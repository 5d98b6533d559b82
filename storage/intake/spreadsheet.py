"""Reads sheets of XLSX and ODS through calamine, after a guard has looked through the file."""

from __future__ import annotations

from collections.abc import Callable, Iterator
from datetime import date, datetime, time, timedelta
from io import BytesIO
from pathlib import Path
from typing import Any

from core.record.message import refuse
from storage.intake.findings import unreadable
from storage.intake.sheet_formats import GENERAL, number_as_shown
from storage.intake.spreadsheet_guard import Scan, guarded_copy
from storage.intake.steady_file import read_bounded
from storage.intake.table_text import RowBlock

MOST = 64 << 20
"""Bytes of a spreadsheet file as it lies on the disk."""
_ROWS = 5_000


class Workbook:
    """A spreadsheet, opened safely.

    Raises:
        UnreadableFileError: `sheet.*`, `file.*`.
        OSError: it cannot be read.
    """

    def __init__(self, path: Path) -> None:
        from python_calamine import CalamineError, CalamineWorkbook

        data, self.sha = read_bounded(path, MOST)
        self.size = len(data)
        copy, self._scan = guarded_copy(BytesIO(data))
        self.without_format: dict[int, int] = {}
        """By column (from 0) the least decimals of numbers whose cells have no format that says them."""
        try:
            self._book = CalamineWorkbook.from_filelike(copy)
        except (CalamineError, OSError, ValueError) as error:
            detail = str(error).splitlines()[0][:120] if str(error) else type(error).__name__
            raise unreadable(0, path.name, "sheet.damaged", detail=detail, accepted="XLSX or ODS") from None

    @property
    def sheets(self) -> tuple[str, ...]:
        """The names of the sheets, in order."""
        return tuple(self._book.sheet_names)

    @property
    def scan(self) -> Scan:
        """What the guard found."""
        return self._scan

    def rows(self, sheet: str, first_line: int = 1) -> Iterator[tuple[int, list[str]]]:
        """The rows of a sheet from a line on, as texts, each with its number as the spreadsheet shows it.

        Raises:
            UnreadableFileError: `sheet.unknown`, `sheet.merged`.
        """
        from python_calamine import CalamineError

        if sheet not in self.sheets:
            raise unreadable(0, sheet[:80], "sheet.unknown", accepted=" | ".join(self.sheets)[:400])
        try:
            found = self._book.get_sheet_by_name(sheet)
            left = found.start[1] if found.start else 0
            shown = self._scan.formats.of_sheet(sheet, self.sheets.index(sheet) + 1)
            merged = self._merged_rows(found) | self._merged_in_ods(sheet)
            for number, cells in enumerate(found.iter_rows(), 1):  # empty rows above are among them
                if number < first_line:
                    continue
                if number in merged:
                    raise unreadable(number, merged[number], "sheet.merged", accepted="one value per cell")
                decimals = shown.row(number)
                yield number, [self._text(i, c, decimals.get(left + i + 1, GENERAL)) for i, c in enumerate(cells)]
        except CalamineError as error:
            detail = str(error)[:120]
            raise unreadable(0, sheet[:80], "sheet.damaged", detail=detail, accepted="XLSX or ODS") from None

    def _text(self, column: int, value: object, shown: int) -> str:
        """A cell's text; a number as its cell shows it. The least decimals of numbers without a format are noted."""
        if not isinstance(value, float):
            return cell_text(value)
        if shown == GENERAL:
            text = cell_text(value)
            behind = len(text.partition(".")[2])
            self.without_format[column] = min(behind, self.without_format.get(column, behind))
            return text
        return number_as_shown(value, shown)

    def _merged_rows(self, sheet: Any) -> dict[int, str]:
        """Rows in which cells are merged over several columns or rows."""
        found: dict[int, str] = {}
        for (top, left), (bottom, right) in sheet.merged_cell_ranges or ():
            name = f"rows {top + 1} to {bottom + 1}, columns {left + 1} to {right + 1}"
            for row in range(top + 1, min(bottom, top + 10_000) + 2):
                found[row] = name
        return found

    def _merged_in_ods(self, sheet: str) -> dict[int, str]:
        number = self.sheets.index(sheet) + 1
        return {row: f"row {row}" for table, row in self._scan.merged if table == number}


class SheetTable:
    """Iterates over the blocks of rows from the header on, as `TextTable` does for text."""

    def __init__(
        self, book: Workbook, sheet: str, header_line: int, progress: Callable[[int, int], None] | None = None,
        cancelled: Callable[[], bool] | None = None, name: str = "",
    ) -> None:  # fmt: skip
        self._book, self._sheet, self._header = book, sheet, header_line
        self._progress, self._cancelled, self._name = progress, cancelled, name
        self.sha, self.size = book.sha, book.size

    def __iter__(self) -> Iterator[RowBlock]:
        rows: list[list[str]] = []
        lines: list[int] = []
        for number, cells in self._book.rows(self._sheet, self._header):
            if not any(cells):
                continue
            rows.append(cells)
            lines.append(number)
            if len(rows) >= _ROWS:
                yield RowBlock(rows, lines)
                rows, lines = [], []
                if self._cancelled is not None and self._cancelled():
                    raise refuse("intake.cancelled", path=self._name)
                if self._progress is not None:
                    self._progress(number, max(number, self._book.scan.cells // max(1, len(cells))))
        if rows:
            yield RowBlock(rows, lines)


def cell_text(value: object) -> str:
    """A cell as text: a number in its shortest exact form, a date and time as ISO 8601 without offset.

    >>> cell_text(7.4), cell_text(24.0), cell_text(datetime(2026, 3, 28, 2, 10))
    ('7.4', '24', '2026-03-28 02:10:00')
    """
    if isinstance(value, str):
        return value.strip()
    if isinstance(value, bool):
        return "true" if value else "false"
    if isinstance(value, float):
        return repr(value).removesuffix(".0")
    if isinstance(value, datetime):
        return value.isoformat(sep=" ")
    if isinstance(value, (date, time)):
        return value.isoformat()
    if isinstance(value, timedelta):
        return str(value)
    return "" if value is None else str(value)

* * * * * * *

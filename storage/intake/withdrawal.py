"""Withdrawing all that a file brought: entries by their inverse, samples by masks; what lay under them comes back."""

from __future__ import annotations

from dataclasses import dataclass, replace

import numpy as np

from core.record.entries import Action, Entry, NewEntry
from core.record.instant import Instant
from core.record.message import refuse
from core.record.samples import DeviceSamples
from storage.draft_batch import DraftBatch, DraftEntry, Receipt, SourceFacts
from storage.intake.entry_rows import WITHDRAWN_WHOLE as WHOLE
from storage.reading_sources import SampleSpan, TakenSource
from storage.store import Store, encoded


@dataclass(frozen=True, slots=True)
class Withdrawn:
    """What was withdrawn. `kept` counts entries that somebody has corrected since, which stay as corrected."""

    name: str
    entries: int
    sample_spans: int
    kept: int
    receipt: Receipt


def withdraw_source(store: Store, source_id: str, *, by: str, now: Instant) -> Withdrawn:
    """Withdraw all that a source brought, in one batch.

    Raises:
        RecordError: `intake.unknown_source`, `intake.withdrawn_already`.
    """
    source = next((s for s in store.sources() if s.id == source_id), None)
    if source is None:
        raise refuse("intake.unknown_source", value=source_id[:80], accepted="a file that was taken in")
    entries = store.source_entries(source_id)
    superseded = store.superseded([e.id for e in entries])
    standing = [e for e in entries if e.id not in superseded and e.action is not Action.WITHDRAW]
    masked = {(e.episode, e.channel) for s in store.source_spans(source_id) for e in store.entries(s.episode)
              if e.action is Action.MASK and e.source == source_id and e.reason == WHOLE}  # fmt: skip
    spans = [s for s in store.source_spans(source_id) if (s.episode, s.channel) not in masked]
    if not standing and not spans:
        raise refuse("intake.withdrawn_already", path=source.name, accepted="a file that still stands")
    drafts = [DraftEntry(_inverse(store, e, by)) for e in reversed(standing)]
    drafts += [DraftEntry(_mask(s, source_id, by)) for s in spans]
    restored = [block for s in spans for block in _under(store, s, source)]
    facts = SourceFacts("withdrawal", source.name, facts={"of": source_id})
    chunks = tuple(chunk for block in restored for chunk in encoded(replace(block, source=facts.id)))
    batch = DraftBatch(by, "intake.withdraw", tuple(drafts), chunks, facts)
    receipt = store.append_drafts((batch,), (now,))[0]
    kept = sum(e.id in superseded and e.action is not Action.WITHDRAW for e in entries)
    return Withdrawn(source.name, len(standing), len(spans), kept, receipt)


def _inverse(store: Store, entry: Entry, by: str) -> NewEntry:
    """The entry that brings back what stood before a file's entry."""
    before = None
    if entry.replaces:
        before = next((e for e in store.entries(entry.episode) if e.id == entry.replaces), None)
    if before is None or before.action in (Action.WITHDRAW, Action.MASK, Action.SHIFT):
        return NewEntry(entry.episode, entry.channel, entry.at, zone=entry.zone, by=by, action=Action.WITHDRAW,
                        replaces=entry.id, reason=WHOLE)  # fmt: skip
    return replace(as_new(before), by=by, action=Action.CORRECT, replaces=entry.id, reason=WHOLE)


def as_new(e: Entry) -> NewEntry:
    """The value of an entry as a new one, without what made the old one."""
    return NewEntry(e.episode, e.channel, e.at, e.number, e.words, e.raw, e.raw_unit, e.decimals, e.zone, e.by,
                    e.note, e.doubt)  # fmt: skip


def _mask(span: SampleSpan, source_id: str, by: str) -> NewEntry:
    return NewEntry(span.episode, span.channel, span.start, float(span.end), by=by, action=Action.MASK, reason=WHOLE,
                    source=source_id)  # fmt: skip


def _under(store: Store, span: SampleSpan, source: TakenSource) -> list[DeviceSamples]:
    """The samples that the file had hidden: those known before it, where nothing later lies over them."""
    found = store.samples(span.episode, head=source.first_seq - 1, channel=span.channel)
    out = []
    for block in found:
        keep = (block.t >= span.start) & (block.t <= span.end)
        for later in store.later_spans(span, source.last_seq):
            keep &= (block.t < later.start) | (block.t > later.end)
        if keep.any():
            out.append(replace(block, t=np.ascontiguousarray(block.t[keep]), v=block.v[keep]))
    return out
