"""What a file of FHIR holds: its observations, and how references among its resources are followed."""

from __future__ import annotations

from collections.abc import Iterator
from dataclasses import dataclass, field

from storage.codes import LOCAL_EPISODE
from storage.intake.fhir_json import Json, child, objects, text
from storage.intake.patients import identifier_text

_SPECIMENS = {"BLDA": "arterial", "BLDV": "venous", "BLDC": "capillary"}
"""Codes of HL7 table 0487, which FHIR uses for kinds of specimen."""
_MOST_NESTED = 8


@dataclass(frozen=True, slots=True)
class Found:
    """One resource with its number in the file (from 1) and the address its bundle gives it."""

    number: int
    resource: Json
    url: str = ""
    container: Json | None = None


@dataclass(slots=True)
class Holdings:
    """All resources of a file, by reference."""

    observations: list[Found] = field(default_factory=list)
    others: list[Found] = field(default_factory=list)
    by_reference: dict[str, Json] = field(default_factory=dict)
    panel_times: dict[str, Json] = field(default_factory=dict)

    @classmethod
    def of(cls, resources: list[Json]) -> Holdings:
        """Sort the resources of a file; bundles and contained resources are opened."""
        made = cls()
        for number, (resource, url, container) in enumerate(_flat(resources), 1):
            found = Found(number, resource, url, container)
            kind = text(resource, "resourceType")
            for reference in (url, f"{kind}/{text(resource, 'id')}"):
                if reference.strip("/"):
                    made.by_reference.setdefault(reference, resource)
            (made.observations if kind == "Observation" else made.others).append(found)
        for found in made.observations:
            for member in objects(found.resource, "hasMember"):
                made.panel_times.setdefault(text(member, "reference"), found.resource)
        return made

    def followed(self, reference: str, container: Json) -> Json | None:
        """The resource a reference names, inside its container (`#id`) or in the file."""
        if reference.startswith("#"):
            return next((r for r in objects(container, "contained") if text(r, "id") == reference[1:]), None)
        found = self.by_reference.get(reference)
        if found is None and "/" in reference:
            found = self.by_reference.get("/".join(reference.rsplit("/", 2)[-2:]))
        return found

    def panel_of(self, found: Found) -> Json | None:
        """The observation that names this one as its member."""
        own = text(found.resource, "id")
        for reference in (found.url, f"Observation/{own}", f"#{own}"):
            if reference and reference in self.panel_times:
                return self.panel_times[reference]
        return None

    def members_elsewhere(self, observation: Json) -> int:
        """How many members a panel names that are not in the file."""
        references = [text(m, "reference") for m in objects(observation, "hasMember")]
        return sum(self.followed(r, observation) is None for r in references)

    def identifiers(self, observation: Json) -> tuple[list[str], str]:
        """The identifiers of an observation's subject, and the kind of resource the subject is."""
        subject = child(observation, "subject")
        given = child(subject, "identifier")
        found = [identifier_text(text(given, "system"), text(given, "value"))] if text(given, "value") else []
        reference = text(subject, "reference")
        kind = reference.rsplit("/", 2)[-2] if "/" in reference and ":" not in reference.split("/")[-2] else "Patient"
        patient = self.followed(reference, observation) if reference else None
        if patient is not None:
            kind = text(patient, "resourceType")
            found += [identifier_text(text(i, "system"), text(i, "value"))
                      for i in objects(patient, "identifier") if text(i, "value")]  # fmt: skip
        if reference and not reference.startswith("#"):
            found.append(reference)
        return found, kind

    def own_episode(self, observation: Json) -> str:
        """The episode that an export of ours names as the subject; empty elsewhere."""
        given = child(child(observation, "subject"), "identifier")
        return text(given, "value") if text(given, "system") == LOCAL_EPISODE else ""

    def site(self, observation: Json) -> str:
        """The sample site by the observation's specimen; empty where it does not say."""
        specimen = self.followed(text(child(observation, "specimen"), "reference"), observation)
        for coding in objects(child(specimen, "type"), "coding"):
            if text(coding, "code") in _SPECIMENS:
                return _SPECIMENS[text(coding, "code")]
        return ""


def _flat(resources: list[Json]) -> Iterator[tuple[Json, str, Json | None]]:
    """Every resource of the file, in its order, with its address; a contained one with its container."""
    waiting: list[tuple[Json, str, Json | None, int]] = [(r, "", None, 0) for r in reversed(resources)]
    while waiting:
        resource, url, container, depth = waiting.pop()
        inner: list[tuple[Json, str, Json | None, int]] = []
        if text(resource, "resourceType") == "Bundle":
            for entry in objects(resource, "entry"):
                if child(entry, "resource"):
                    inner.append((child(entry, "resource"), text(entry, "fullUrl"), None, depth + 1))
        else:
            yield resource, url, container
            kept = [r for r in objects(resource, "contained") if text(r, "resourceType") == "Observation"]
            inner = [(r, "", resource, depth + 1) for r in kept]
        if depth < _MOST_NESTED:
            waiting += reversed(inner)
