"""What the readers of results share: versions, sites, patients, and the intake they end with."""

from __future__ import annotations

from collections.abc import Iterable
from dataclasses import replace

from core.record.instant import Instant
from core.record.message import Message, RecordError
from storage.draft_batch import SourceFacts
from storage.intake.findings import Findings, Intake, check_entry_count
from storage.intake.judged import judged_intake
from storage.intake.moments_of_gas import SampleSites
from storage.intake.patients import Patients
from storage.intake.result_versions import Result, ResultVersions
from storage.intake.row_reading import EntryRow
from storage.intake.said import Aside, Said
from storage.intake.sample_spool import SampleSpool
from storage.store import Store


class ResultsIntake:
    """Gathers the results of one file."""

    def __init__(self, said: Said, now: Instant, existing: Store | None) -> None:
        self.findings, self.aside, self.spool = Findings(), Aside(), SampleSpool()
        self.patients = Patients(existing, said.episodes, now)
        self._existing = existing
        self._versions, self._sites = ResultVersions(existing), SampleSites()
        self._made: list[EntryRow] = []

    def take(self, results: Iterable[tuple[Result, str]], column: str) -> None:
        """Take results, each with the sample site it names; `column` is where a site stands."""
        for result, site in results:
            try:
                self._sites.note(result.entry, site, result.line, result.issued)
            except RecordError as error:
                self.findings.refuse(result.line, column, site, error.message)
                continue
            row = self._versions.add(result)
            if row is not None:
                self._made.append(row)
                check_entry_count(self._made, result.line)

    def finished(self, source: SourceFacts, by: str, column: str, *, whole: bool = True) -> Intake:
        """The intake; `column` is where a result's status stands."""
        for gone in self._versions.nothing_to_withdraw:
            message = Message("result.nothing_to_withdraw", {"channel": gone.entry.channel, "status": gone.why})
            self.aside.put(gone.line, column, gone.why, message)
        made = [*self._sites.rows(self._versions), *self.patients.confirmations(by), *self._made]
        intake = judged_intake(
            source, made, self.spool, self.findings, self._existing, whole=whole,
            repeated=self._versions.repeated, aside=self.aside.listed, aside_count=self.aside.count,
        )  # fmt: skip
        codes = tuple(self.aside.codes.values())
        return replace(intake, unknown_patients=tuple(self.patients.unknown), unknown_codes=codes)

* * * * * * *

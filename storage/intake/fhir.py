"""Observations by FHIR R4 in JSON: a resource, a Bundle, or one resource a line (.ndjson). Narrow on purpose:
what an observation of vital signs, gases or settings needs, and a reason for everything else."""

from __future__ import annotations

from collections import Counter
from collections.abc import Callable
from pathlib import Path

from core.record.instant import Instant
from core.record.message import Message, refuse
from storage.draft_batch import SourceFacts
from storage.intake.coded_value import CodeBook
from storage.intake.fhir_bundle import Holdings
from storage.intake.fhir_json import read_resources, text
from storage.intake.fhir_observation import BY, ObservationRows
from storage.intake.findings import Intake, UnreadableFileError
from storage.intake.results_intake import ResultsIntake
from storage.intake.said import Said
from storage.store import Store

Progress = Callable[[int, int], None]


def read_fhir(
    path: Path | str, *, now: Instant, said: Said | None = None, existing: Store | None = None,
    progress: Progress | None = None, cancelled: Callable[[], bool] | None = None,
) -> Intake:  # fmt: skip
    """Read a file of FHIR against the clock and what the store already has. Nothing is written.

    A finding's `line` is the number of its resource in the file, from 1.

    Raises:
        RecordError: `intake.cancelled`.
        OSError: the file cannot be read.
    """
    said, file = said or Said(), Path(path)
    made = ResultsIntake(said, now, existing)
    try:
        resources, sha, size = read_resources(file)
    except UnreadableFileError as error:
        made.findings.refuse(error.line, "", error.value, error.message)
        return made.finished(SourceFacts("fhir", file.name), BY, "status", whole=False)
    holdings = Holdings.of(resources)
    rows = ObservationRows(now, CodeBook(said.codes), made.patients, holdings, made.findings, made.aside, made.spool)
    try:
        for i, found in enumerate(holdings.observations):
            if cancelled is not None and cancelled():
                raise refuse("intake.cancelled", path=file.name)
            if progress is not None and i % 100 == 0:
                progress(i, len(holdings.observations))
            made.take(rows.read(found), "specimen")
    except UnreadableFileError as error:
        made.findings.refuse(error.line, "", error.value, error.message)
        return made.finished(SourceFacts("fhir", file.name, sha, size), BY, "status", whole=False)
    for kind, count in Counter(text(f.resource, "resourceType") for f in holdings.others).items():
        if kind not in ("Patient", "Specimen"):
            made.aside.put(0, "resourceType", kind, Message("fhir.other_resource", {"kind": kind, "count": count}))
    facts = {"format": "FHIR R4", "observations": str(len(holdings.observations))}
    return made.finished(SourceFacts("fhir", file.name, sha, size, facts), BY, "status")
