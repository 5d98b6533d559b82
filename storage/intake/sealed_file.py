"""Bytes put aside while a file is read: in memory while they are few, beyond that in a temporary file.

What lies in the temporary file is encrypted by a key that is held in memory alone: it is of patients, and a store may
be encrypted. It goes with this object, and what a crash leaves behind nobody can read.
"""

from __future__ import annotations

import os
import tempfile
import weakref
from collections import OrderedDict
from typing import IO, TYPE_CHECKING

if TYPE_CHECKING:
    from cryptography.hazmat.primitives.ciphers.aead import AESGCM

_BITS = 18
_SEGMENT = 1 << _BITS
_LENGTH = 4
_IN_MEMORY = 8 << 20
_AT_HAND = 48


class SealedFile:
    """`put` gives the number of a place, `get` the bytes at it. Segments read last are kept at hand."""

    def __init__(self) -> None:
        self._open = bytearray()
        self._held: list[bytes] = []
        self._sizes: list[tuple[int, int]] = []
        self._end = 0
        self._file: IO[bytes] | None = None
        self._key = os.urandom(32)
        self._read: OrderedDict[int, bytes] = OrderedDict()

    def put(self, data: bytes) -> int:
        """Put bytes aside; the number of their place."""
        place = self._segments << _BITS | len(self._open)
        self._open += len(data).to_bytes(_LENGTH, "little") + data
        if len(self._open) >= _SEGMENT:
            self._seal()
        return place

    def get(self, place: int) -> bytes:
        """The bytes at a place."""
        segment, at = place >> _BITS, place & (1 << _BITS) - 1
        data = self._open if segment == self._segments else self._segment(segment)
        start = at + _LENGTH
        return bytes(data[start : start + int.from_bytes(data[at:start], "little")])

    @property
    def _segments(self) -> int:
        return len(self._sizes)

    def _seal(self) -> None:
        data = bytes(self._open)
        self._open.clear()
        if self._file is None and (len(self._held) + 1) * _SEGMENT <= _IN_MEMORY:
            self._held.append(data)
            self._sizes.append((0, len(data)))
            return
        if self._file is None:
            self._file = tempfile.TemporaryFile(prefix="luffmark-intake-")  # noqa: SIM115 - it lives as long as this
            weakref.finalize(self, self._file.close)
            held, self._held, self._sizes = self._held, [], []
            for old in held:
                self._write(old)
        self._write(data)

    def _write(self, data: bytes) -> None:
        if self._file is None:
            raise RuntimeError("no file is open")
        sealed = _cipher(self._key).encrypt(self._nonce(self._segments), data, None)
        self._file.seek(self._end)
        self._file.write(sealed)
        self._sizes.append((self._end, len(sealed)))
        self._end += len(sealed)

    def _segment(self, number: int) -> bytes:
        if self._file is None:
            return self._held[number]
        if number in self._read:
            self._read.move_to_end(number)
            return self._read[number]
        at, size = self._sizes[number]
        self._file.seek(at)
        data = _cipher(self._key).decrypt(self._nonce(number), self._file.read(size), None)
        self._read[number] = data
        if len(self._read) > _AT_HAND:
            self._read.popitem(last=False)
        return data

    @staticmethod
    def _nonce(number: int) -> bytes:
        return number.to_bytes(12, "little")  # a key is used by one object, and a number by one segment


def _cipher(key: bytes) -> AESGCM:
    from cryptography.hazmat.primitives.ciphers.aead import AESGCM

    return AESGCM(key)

* * * * * * *

[Problem to work on] Some lines in the data above hold the string "ResultVersions". Find and copy each of them.

[Task output]
from storage.intake.result_versions import Result, ResultVersions
        self._versions, self._sites = ResultVersions(existing), SampleSites()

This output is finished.